▸ ABOUT THIS EXERCISE: From the data that follows, copy every line with the string "closed".

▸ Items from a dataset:
##########

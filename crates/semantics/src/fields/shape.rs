//! One field: from its entry to the shape its row wants, in range.

use layshaft_diagnostics::{Code, Diagnostic, Span};
use layshaft_mechanics::registry::{Bounds, Field, Role, Shape};
use layshaft_mechanics::values::{Duty, FieldValue, Gear};
use layshaft_syntax::{BinaryOp, Expr, ExprKind, Value, ValueKind};
use layshaft_units::Kind;

use super::FieldRead;
use crate::defs::{Given, role_word};
use crate::eval::{Eval, Reading, Slot, article};
use crate::quantity::{Datum, Quantity};
use crate::world::Declared;

/// Reads a field's entry.
pub(crate) fn read(
    eval: &Eval<'_>,
    field: &'static Field,
    given: &Given<'_>,
    slot: &Slot,
) -> Option<FieldRead> {
    let reader = Reader { eval, field, given, slot };
    match field.shape {
        Shape::Quantity(kind) => reader.quantity(layshaft_units::kind(kind)?),
        Shape::OfRated(kind) => reader.of_rated(layshaft_units::kind(kind)?),
        Shape::Interval(kind) => reader.interval(layshaft_units::kind(kind)?),
        Shape::Choice(words) => reader.choice(words),
        Shape::Flag => reader.flag(),
        Shape::Part(role) => reader.part(role),
        Shape::Points(columns) => {
            let table = super::table::read(eval, given, field, columns)?;
            Some(FieldRead { value: FieldValue::Points(table), datum: None, link: None })
        }
        Shape::Ratio { diameters } => reader.teeth(diameters),
        Shape::Gears if matches!(slot, Slot::Field(_, (_, None))) => reader.engaged(),
        Shape::Gears => reader.gear(),
        Shape::Duty => reader.duty(),
    }
}

/// Whether nothing passes in a gear of this value.
pub(crate) fn is_neutral(value: &Value) -> bool {
    matches!(&value.kind, ValueKind::Expr(Expr { kind: ExprKind::Path(path), .. })
        if matches!(&path.names[..], [word] if &*word.text == "neutral"))
}

struct Reader<'a, 'w> {
    eval: &'a Eval<'w>,
    field: &'static Field,
    given: &'a Given<'w>,
    slot: &'a Slot,
}
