//! What a part must answer before it can stand in a drive: one trait a role.
//!
//! A kind reads its fields into one of these once; the solver asks only through them. SI throughout. Speeds are
//! rad/s on rotary and m/s on linear motion, efforts N·m and N, inertias kg·m² and kg, so that speed times effort
//! is always W.
//!
//! Signs: a source's effort is positive when it drives in its own running direction; a load's effort is positive
//! when it opposes motion in its own positive sense. The solver turns them to the direction asked for.

mod load;
mod source;
mod supply;
mod transmission;

pub use load::{Load, LoadState, Own, Standstill};
pub use source::{Braking, Characteristic, Draw, DrawLaw, Drawn, Ratings, Source, SourceState};
pub use supply::{Feed, Supply, SupplyData};
pub use transmission::{Brake, Coupling, Grip, Limit, LimitOn, Slip, Transmission, TransmissionState};

/// A part, read from its fields.
#[derive(Debug)]
pub enum Model {
    /// Feeds sources.
    Supply(Box<dyn Supply>),
    /// A power plant.
    Source(Box<dyn Source>),
    /// Between two shafts, or shaft and rope, wheel, screw.
    Transmission(Box<dyn Transmission>),
    /// The driven machine.
    Load(Box<dyn Load>),
}

/// How a port moves.
#[derive(Clone, Copy, Debug, PartialEq, Eq, Hash)]
pub enum Motion {
    /// Turns: rad/s, N·m, kg·m².
    Rotary,
    /// Runs straight: m/s, N, kg.
    Linear,
}

impl Motion {
    /// The kind of its speed.
    #[must_use]
    pub const fn speed_kind(self) -> &'static str {
        match self {
            Self::Rotary => "rotational_speed",
            Self::Linear => "speed",
        }
    }

    /// The kind of its effort.
    #[must_use]
    pub const fn effort_kind(self) -> &'static str {
        match self {
            Self::Rotary => "torque",
            Self::Linear => "force",
        }
    }
}

/// A value that only some questions need.
#[derive(Clone, Copy, Debug, PartialEq)]
pub enum Known {
    /// Given, or zero because the part has none.
    Value(f64),
    /// Not given: the field to name when a question needs it.
    Missing(&'static str),
}

impl Known {
    /// The value of a field, which is named when it is missing.
    #[must_use]
    pub fn of(value: Option<f64>, field: &'static str) -> Self {
        value.map_or(Self::Missing(field), Self::Value)
    }
}
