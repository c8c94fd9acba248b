//! What a part must answer before it can stand in a drive: one trait a role.
//!
//! A kind reads its fields into one of these once; the solver asks only through them. SI throughout. Speeds are
//! rad/s on rotary and m/s on linear motion, efforts N·m and N, inertias kg·m² and kg, so that speed times effort
//! is always W.
//!
//! Signs: a source's effort is positive when it drives in its own running direction; a load's effort is positive
//! when it opposes motion in its own positive sense. The solver turns them to the direction asked for.

use std::fmt::Debug;

use crate::curve::Curve;
use crate::fault::Fault;
use crate::scalar::{Dual, Enclosure, Real};
use crate::solution::Answer;
use crate::values::Duty;

/// A part, read from its fields.
#[derive(Debug)]
pub enum Model {
    /// Feeds sources.
    Supply(Box<dyn Supply>),
    /// A power plant.
    Source(Box<dyn Source>),
    /// Between two shafts, or shaft and rope, wheel, screw.
    Transmission(Box<dyn Transmission>),
    /// The driven machine.
    Load(Box<dyn Load>),
}

/// How a port moves.
#[derive(Clone, Copy, Debug, PartialEq, Eq, Hash)]
pub enum Motion {
    /// Turns: rad/s, N·m, kg·m².
    Rotary,
    /// Runs straight: m/s, N, kg.
    Linear,
}

impl Motion {
    /// The kind of its speed.
    #[must_use]
    pub const fn speed_kind(self) -> &'static str {
        match self {
            Self::Rotary => "rotational_speed",
            Self::Linear => "speed",
        }
    }

    /// The kind of its effort.
    #[must_use]
    pub const fn effort_kind(self) -> &'static str {
        match self {
            Self::Rotary => "torque",
            Self::Linear => "force",
        }
    }
}

/// A value that only some questions need.
#[derive(Clone, Copy, Debug, PartialEq)]
pub enum Known {
    /// Given, or zero because the part has none.
    Value(f64),
    /// Not given: the field to name when a question needs it.
    Missing(&'static str),
}

impl Known {
    /// The value of a field, which is named when it is missing.
    #[must_use]
    pub fn of(value: Option<f64>, field: &'static str) -> Self {
        value.map_or(Self::Missing(field), Self::Value)
    }
}

// -- supplies ---------------------------------------------------------------------------------------------------

/// What a supply feeds with.
#[derive(Clone, Copy, Debug, PartialEq, Default)]
pub struct SupplyData {
    /// Voltage without load, V.
    pub voltage: Option<f64>,
    /// Frequency, Hz; none for direct current.
    pub frequency: Option<f64>,
    /// Inner resistance with its leads, Ω; `Some(0.0)` where it is declared stiff, `None` where nothing is said.
    pub resistance: Option<f64>,
    /// Most current it gives, A.
    pub current_limit: Option<f64>,
    /// Whether it takes power back; `None` where nothing is said.
    pub accepts_return: Option<bool>,
    /// Pressure difference of a hydraulic or pneumatic supply, Pa.
    pub pressure: Option<f64>,
    /// Most flow it gives, m³/s.
    pub flow_limit: Option<f64>,
}
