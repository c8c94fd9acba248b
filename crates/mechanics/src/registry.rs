//! The row of a kind: everything the rest of Layshaft knows about a motor, a gear or a load.

mod common;

use crate::fault::Fault;
use crate::values::Values;

pub use common::{DRIVE_FIELDS, DRIVE_RESULTS, LIMITS, common_fields, common_results, said_otherwise};

/// What a part is in a drive.
#[derive(Clone, Copy, Debug, PartialEq, Eq, Hash, PartialOrd, Ord)]
pub enum Role {
    /// Feeds sources.
    Supply,
    /// A power plant.
    Source,
    /// Between two shafts, or shaft and rope, wheel, screw.
    Transmission,
    /// The driven machine.
    Load,
}

/// One kind of part.
#[derive(Debug)]
pub struct KindRow {
    /// Its role.
    pub role: Role,
    /// The word behind the colon: `dc_motor`.
    pub name: &'static str,
    /// The trade's name: "permanent-magnet dc motor".
    pub title: &'static str,
    /// What it is and when it is right to use it, two or three sentences.
    pub summary: &'static str,
    /// Its fields, the usual order of a spec.
    pub fields: &'static [Field],
    /// What can be asked of it after the drive is solved, beyond [`common_results`] of its role.
    pub results: &'static [ResultRow],
    /// The laws behind it.
    pub formulas: &'static [Formula],
    /// Cautions a reader of a result must see.
    pub cautions: &'static [&'static str],
    /// A block that is accepted as it stands: `source m: dc_motor { … }`.
    pub example: &'static str,
    /// Reads the fields into a model. Required fields are present and every value lies in its hard range;
    /// what can only be seen from several fields together is refused here.
    pub build: fn(&Values) -> Result<crate::model::Model, Vec<Fault>>,
    /// Results known from the fields alone, such as `rated_torque`: names among `results`, SI values.
    pub given: fn(&Values) -> Vec<(&'static str, f64)>,
}

impl PartialEq for KindRow {
    /// Rows are told apart by their place in the registry; no two are alike.
    fn eq(&self, other: &Self) -> bool {
        self.role == other.role && self.name == other.name
    }
}

/// One field of a kind.
#[derive(Debug)]
pub struct Field {
    /// Its name.
    pub name: &'static str,
    /// What can stand there.
    pub shape: Shape,
    /// Whether it must be given.
    pub need: Need,
    /// Outside of this the law makes no sense: an error.
    pub hard: Bounds,
    /// Outside of this the trade would ask again: a warning.
    pub plausible: Bounds,
    /// One line, without a final point.
    pub meaning: &'static str,
}

/// What can stand in a field.
#[derive(Clone, Copy, Debug, PartialEq)]
pub enum Shape {
    /// A quantity of this kind of `layshaft_units::KINDS`.
    Quantity(&'static str),
    /// A quantity, or a multiple of the part's rated value: `2.3 × rated`.
    OfRated(&'static str),
    /// `lo .. hi`
    Interval(&'static str),
    /// One of these words, each with its meaning.
    Choice(&'static [(&'static str, &'static str)]),
    /// `yes` or `no`
    Flag,
    /// The name of a part of this role.
    Part(Role),
    /// Pairs, a table in the text or a CSV file with these columns; optional columns may be missing.
    Points(&'static [ColumnRow]),
    /// `42 drives 18`: plain counts, or two lengths when `diameters` is set.
    Ratio {
        /// Whether the two numbers are diameters instead of teeth.
        diameters: bool,
    },
    /// Named gears: `gear 1 = reduction 14.5`; the field's name is `gear`.
    Gears,
    /// A duty type: `S1`, `S3 40 %`.
    Duty,
}

/// A column of a table of points.
#[derive(Clone, Copy, Debug, PartialEq)]
pub struct ColumnRow {
    /// Its name in a table head.
    pub name: &'static str,
    /// Its kind.
    pub kind: &'static str,
    /// Whether a table may come without it.
    pub optional: bool,
}

/// Whether a field must be given.
#[derive(Clone, Copy, Debug, PartialEq)]
pub enum Need {
    /// Always.
    Required,
    /// Not needed; the law does without.
    Optional,
    /// Taken so when not given, and listed as an assumption of the tool.
    Default {
        /// SI value (1 or 0 for a flag).
        si: f64,
        /// Why this value is safe or usual.
        why: &'static str,
    },
    /// No default exists: refused by name where a question needs it. Says which question.
    Where(&'static str),
    /// One of several fields or groups of fields; `build` checks and names the choices.
    OneOf,
}

/// A range of SI values.
#[derive(Clone, Copy, Debug, PartialEq)]
pub struct Bounds {
    /// Lowest value.
    pub low: f64,
    /// Whether `low` itself is inside.
    pub low_in: bool,
    /// Highest value.
    pub high: f64,
    /// Whether `high` itself is inside.
    pub high_in: bool,
}

impl Bounds {
    /// Every value.
    pub const ANY: Self = Self::closed(f64::NEG_INFINITY, f64::INFINITY);
    /// Above zero.
    pub const POSITIVE: Self = Self { low: 0.0, low_in: false, high: f64::INFINITY, high_in: true };
    /// Zero or above.
    pub const NOT_NEGATIVE: Self = Self::closed(0.0, f64::INFINITY);
    /// An efficiency: above 0 up to 100 %.
    pub const EFFICIENCY: Self = Self { low: 0.0, low_in: false, high: 1.0, high_in: true };

    /// Both ends inside.
    #[must_use]
    pub const fn closed(low: f64, high: f64) -> Self {
        Self { low, low_in: true, high, high_in: true }
    }

    /// Whether a value is inside.
    #[must_use]
    pub fn holds(&self, value: f64) -> bool {
        let above = if self.low_in { value >= self.low } else { value > self.low };
        let below = if self.high_in { value <= self.high } else { value < self.high };
        above && below
    }
}

/// Something that can be asked after the drive is solved.
#[derive(Clone, Copy, Debug)]
pub struct ResultRow {
    /// Its name: `torque`, `holding_reserve`.
    pub name: &'static str,
    /// What it is.
    pub shape: ResultShape,
    /// One line, without a final point.
    pub meaning: &'static str,
}

/// What a result is.
#[derive(Clone, Copy, Debug, PartialEq)]
pub enum ResultShape {
    /// A quantity of this kind.
    Quantity(&'static str),
    /// The speed of a station: `rotational_speed` or `speed`, as its motion is.
    Speed,
    /// The torque or force of a station, as its motion is.
    Effort,
    /// An angle or a length, as the motion of the station is.
    Way,
    /// Yes or no.
    Flag,
    /// One of these words.
    Word(&'static [&'static str]),
}

/// A law as a reader checks it.
#[derive(Debug)]
pub struct Formula {
    /// The result's symbol or name it belongs to.
    pub name: &'static str,
    /// The formula in the language's own expression syntax: `T0 * (1 - w / w0)`.
    pub text: &'static str,
    /// Symbols: name, kind, meaning.
    pub symbols: &'static [(&'static str, &'static str, &'static str)],
    /// Where it holds.
    pub validity: &'static str,
    /// Where it is published, or "common practice, no source", or "from memory".
    pub source: &'static str,
    /// Counted up when a result changes.
    pub revision: u32,
}

/// Every kind, in the order of the reference.
#[must_use]
pub fn rows() -> &'static [&'static KindRow] {
    crate::kinds::ROWS
}

/// The row of a kind.
#[must_use]
pub fn row(role: Role, name: &str) -> Option<&'static KindRow> {
    rows().iter().copied().find(|row| row.role == role && row.name == name)
}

##########

▸ OUTPUT:
    pub const ANY: Self = Self::closed(f64::NEG_INFINITY, f64::INFINITY);
    pub const NOT_NEGATIVE: Self = Self::closed(0.0, f64::INFINITY);
    pub const fn closed(low: f64, high: f64) -> Self {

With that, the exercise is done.